Sinon, le couple Sarko moi j’en veux pas, ni la lettre de Guy Moquet, tout ce que je vois c’est que ça prend de la place dans mon Voici et que j’ai pas de nouvelles de Matthew… Peut-être on peut le parrainer et recevoir des photos ?… Hum.
Blam.
J’apprécie cette plume que je ne lis pas suffisamment !
Pour répondre à Xavz > je suis justement desespéré que les news répondent à la dictature de la demande.
Bien sur que les gens veulent du léger mais c’est effacer trop rapidement la vraie dureté de notre vie. Et après on se plaint que les gens soient frivoles et assisté…moi j’y vois un lien fort !
Ben alors Eric, coup de gueule ou coup de blues?
XavZ > oulà, pluis belle la vie… Même moi je suis pas en colère à ce point là !

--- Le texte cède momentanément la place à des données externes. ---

// prepareNitrogenIn is prepare for nitrogen into c (its caller's set-up:
// built in its own frame and returned by value, the set-up was copied on
// its way back into prepareNowIn's, about 270 instructions of each of a
// weighted cn2-05 plan's 80 set-ups), a real gas that can condense: its
// speed of sound, q and Re/m come from its equation of state along the real-gas
// isentrope, so nothing is proportional to p0 or √T0 and the floor and the q and
// Re/m curves are evaluated state by state. At a fixed Mach number q falls slightly
// (under 0.5 %) as the gas cools at the T0 floor's end of the range and is nearly flat
// warm, so the lowest q at p0 min is the smaller of its two ends (qLow). The speed
// at a fixed Mach number rises with T0 and, cold, falls with p0 (warm, it rises
// slightly): a facility's highest speed gives the top T0 at p0 min by root-finding,
// held at every p0 (warm settings are used at p0 min only); the lowest speed joins
// the condensation rule in the T0 floor at each p0 (floorMargin), and raises p0 min
// when even the warmest T0 is too slow there.
func (sv *solver) prepareNitrogenIn(c *machSetup, machOrSpeed float64) {
	f := sv.f
	*c = machSetup{machOrSpeed: machOrSpeed}
	ta, tb := f.StagnationTemperature.Min, f.StagnationTemperature.Max
	pa, pb := f.StagnationPressure.Min, f.StagnationPressure.Max
	c.pa = pa
	// noRef: a trade point's set-up that may be partial (topPartial) without
	// an Re/m ceiling leaves its reference state at (pa, tb) uncomputed
	// (about 2.6 nitrogenAt calls of a trade point's 4 on p0 max): its top
	// setting alone is read, and its reference state's Mach number (the load
	// limit's, which reads the state's Mach number alone: LoadLimit). Where
	// the local margin at (pa, tb) is at least 0 and the allowed minimum, the
	// free stream there is usable at any Mach number up to the local peak
	// (TestFreeStreamMarginAboveLocal), so the set-up cannot fail on it.
	noRef := sv.topOnly && !sv.noPartial && !sv.keepRef && ta != tb && f.Speed == nil && sv.floor == nil && sv.cond != nil &&
		math.IsInf(sv.remax, 1) && machOrSpeed <= f.CondensationPeak() && f.Medium.Kind == facilities.MediumNitrogen
	if noRef {
		m := sv.localMargin(pa, tb)
		noRef = m >= 0 && m >= sv.condMin
	}
	var stB facilities.State
	if noRef {
		stB = facilities.State{Mach: machOrSpeed}
	} else if st, err := sv.state(machOrSpeed, pa, tb); err == nil {
		stB = st
	} else {
		c.fail = facilities.ConstraintCondensation
		return
	}
	var err error
	if sp := f.Speed; sp != nil {
		vAt := func(p, t float64) float64 {
			st, err := sv.state(machOrSpeed, p, t)
			if err != nil {
				return 0 // the free stream condenses: below every speed of the range
			}
			return st.Speed
		}
		if stB.Speed < sp.Min*(1-limitSlack) {
			// Too slow at p0 min even at the warmest T0; warm nitrogen's speed of
			// sound rises with p0, so a higher p0 may do: p0 min moves up to it.
			if vAt(pb, tb) < sp.Min*(1-limitSlack) {
				c.fail = facilities.ConstraintSpeedMin
				return
			}
			pa = sv.rootHi(func(p float64) float64 { return vAt(p, tb) - sp.Min }, pa, pb, true)
			c.pa = pa
			if stB, err = sv.state(machOrSpeed, pa, tb); err != nil {
				c.fail = facilities.ConstraintCondensation
				return
			}
		}
		if vAt(pa, ta) > sp.Max*(1+limitSlack) {
			c.fail = facilities.ConstraintSpeedMax
			return
		}
		if stB.Speed > sp.Max {
			tb = sv.rootHi(func(t float64) float64 { return sp.Max - vAt(pa, t) }, ta, tb, false)
			if stB, err = sv.state(machOrSpeed, pa, tb); err != nil {
				c.fail = facilities.ConstraintCondensation
				return
			}
		}
		c.vmin = sp.Min
	}
	c.ta, c.tb, c.stRef, c.tRef = ta, tb, stB, tb
	c.k = stB.DynamicPressure / pa
	c.rlo, c.rloOK = stB.ReynoldsPerMeter, !noRef
	if c.rlo > sv.remax*(1+limitSlack) {
		c.fail = facilities.ConstraintReynoldsUnit
		return
	}
	c.pTop, c.capTop = pb, facilities.ConstraintPressureMax
	// CondensationMargin(stB), with the local expansion (the same at every
	// Mach number) kept by localMargin instead of computed again.
	if sv.condMargin(machOrSpeed, &stB, pa, tb) < sv.condMin {
		c.fail = facilities.ConstraintCondensation
		return
	}
	// below: (p0, T0) is below the T0 floor; the local expansion alone (the
	// same at every Mach number) tells when it condenses, before any state,
	// and, where it decides (warmMargin), that it does not: the state at
	// (pa, ta), whose free stream is then usable, is computed only where the
	// set-up reads it (stA), not by a trade point's partial set-up.
	below := func(p, t float64) bool {
		if sv.localMargin(p, t) < sv.condMin {
			return true
		}
		m, _ := sv.warmMargin(c, p, t)
		return m < 0
	}
	if below(pa, ta) || below(pb, ta) {
		c.cond = true
		if m, name := sv.warmMargin(c, pb, tb); m < 0 {
			// Above some p0 even the warmest usable T0 condenses (or is too slow).
			c.pTop = sv.rootHi(func(p float64) float64 { m, _ := sv.floorMargin(c, p, tb); return m }, pa, pb, false)
			c.capTop = name
		}
	}
	if sv.topOnly && !sv.noPartial && c.cond && ta != tb && c.vmin == 0 && sv.floor == nil && sv.cond != nil && machOrSpeed <= f.CondensationPeak() {
		if top, ok := sv.topPartial(c); ok {
			c.facilityTop, c.partial, c.ok = top, true, true
			return
		}
	}
	if noRef {
		// The whole set-up after all: its reference state, as above.
		if stB, err = sv.state(machOrSpeed, pa, tb); err != nil {
			c.fail = facilities.ConstraintCondensation
			return
		}
		c.stRef, c.k = stB, stB.DynamicPressure/pa
		c.rlo, c.rloOK = stB.ReynoldsPerMeter, true
	}
	stA := stB
	if ta != tb {
		tf := sv.tfloor(c, pa)
		if stA, err = sv.state(machOrSpeed, pa, tf); err != nil {
			c.fail = facilities.ConstraintCondensation
			return
		}
		c.qa, c.qaOK = stA.DynamicPressure, true
		c.floorP, c.floorT, c.raFloor = pa, tf, !sv.noSetupStates
	}
	c.ra = stA.ReynoldsPerMeter
	c.qLow = min(stA.DynamicPressure, stB.DynamicPressure)
	if c.qLow > sv.qmax*(1+limitSlack) {
		c.fail = facilities.ConstraintDynamic
		return
	}
	if math.IsInf(sv.remax, 1) && c.qaOK && c.qa <= sv.qmax*(1+limitSlack) && !sv.topOnly && !sv.noLazyTop {
		// The top setting (the q ceiling's joint step, about 17 states) is
		// computed where a candidate reads it (top): a candidate under Re/m
		// at (p0 min, the T0 floor) does not (atWindow). Without an Re/m
		// ceiling it cannot fail, and with q at (p0 min, the floor) under
		// the ceiling it lies on the floor at p0 min or above.
		c.topLazy, c.ok = true, true
		return
	}
	c.facilityTop = sv.highestSetting(c, sv.qmax, facilities.ConstraintDynamic)
	if c.facilityTop.fail {
		c.fail = facilities.ConstraintReynoldsUnit
		return
	}
	c.ok = true
}

// top returns c's top setting, facilityTop, computed here where prepare
// left it to its readers (topLazy), and then kept in the solver's set-up at
// c's Mach number too.
func (sv *solver) top(c *machSetup) topSetting {
	if c.topLazy {
		sv.topNow(c)
	}
	return c.facilityTop
}

// topNow is top's computation, apart so that top's own path, taken by
// every candidate, stays short.
func (sv *solver) topNow(c *machSetup) {
	ok := false
	if sv.topOnly && !sv.noTopPredict && c.cond && c.qaOK && c.qa < sv.qmax {
		// A trade point at a scan's set-up: its top from the curve's last
		// roots as a partial set-up's (topPartial), without q at pTop and
		// the secant's two or three iterations.
		c.facilityTop, ok = sv.topPredicted(c)
	}
	if !ok {
		c.facilityTop = sv.highestSetting(c, sv.qmax, facilities.ConstraintDynamic)
	}
	c.topLazy = false
	if sv.setups != nil {
		if k, ok := sv.setups.get(c.machOrSpeed); ok && k.topLazy {
			k.facilityTop, k.topLazy = c.facilityTop, false
		}
	}
}

// underTop reports whether the candidate at target Re/m in load window w on
// c, a set-up whose top setting is not computed (topLazy), lies under it
// without reading it: no load floor above q at p0 min, no load ceiling
// under the q ceiling (the top's q is at most the ceiling), and Re/m, the
// target or the lowest at p0 min and the warmest T0 (rlo), under Re/m at
// (p0 min, the T0 floor), which the top's is at least (it lies on the floor
// at p0 min or above, and Re/m rises with p0 along the floor; no Re/m
// ceiling, no edge: prepareNitrogen). solveR then finds the setting at p0 min
// by its root in T0 without the top, and the q ceiling's warming in atWindow
// reads the ceiling alone.
func (sv *solver) underTop(c *machSetup, target float64, w Window) bool {
	if w.Lo > c.qLow || sv.load != nil && !(w.Hi > sv.qmax*(1+limitSlack)) {
		return false
	}
	ra := c.ra
	if c.cond {
		ra = sv.rcurve(c, c.pa) // as solveR reads it
	}
	return max(target, sv.lowR(c)) < ra
}

// hiOf returns x's rhi and capHi, from the top setting of its set-up c where
// atWindow left them (hiLazy).
func (sv *solver) hiOf(c *machSetup, x candidate) (rhi float64, capHi string) {
	if x.hiLazy {
		return sv.lazyHi(c)
	}
	return x.rhi, x.capHi
}

// lazyHi is hiOf's reading of the top setting, out of line: with top
// inlined here hiOf was no longer inlined in its callers (about 0.6k
// instructions a tsw-1 plan, which never reads a lazy top).
//
//go:noinline
func (sv *solver) lazyHi(c *machSetup) (float64, string) {
	t := sv.top(c)
	return t.r, t.cap
}

// prepareIdeal is prepare for an ideal gas (Z = 1): at a fixed Mach number q and
// Re/m are proportional to p0, q does not depend on T0, and Re/m is highest at the
// lowest T0, so one state at (pa, ta) gives the rest in closed form. The state at
// (pa, tb), the lowest Re/m, is computed only when needed (lowR). It writes
// the set-up into c.
func (sv *solver) prepareIdeal(c *machSetup, machOrSpeed float64) {
	f := sv.f
	ta, tb := f.StagnationTemperature.Min, f.StagnationTemperature.Max
	pa, pb := f.StagnationPressure.Min, f.StagnationPressure.Max
	*c = machSetup{machOrSpeed: machOrSpeed, pa: pa}
	stA, err := sv.state(machOrSpeed, pa, ta)
	if err != nil {
		c.fail = facilities.ConstraintMachMax
		return
	}
	if f.Speed != nil {
		tlo, thi, fail := speedWindow(f.Speed, stA.Speed, ta, ta, tb)
		if fail != "" {
			c.fail = fail
			return
		}
		tb = min(tb, thi)
		if tlo > ta {
			ta = tlo
			if stA, err = sv.state(machOrSpeed, pa, ta); err != nil {
				c.fail = facilities.ConstraintSpeedMin
				return
			}
		}
	}
	c.ta, c.tb, c.stRef, c.tRef = ta, tb, stA, ta
	c.k = stA.DynamicPressure / pa
	c.qLow = stA.DynamicPressure
	if stA.DynamicPressure > sv.qmax*(1+limitSlack) {
		c.fail = facilities.ConstraintDynamic
		return
	}
	c.ra = stA.ReynoldsPerMeter
	if !math.IsInf(sv.remax, 1) && sv.lowR(c) > sv.remax*(1+limitSlack) {
		c.fail = facilities.ConstraintReynoldsUnit
		return
	}
	c.pTop, c.capTop = pb, facilities.ConstraintPressureMax
	c.linear = true
	c.facilityTop = sv.highestSetting(c, sv.qmax, facilities.ConstraintDynamic)
	c.ok = true
	return
}

// lowR returns the lowest Re/m at c's Mach number, at (pa, tb).
func (sv *solver) lowR(c *machSetup) float64 {
	if !c.rloOK {
		c.rlo, c.rloOK = c.ra, true
		if c.tb != c.ta {
			if st, err := sv.state(c.machOrSpeed, c.pa, c.tb); err == nil {
				c.rlo = st.ReynoldsPerMeter
			}
		}
	}
	return c.rlo
}

// qcurve returns the dynamic pressure at p0 on the T0 floor.
func (sv *solver) qcurve(c *machSetup, p0 float64) float64 {
	if c.linear {
		return c.k * p0
	}
	if c.qaOK && p0 == c.pa {
		// The set-up's state at pa; by the time the q ceiling's root asks
		// for it, the solver's last two states have moved on to pTop.
		return c.qa
	}
	st, err := sv.stateAt(c.machOrSpeed, p0, sv.tfloor(c, p0))
	if err != nil {
		return math.Inf(1)
	}
	return st.DynamicPressure
}

// highestSetting returns the setting of the highest Re/m at c's Mach number with the dynamic
// pressure at most qc (the ceiling named name). Re/m rises with p0 and falls with
// T0, so it lies on the T0 floor at the highest p0 the limits allow; and on a q
// ceiling Re/m = 2q/(V·μ) is highest at the lowest T0. The caller has checked that
// q at (pa, tb) is within qc.
func (sv *solver) highestSetting(c *machSetup, qc float64, name string) topSetting {
	t := topSetting{p: c.pTop, cap: c.capTop}
	if qTop := sv.qcurve(c, c.pTop); qTop > qc {
		switch {
		case c.linear:
			t.p, t.cap = qc/c.k, name
		case sv.qcurve(c, c.pa) <= qc*(1+limitSlack):
			p, ok := sv.ceilingJoint(c, qc, sv.qcurve(c, c.pa), qTop)
			if !ok {
				p = sv.rootHiSmooth(func(p float64) float64 { return qc - sv.qcurve(c, p) }, c.pa, c.pTop, false)
			}
			t.p, t.cap = p, name
		default:
			t.p, t.cap, t.edge = c.pa, name, true
			t.t = sv.rootHi(func(x float64) float64 {
				st, err := sv.state(c.machOrSpeed, c.pa, x)
				if err != nil {
					return -1
				}
				return qc - st.DynamicPressure
			}, sv.tfloor(c, c.pa), c.tb, true)
		}
	}
	return sv.topFinish(c, t, qc)
}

Mathilde > Et Matthew finit toujours par donner des nouvelles, lui
Miss Blablabla > Pareil
greg > c’est l’éternel problème : est-ce qu’on sert aux gens ce qu’ils attendent ou est-ce qu’on créé l’attente ? Je pense qu’on sert souvent aux gens ce qu’on croie qu’ils attendent
serge > un peu des 2 en fait
En y pensant hier soir, je me disais que le pire, c’est que le fameux 5ème pouvoir est en train de prendre le même chemin avec cette stupide course au référencement.
Tu parles d’un 5ème pouvoir toi…
Les grosses baleines sont hélas, toujours utiles pour masquer les requins en embuscade. Aujourd’hui quand les chiens aboient on ne remarque plus la caravanne.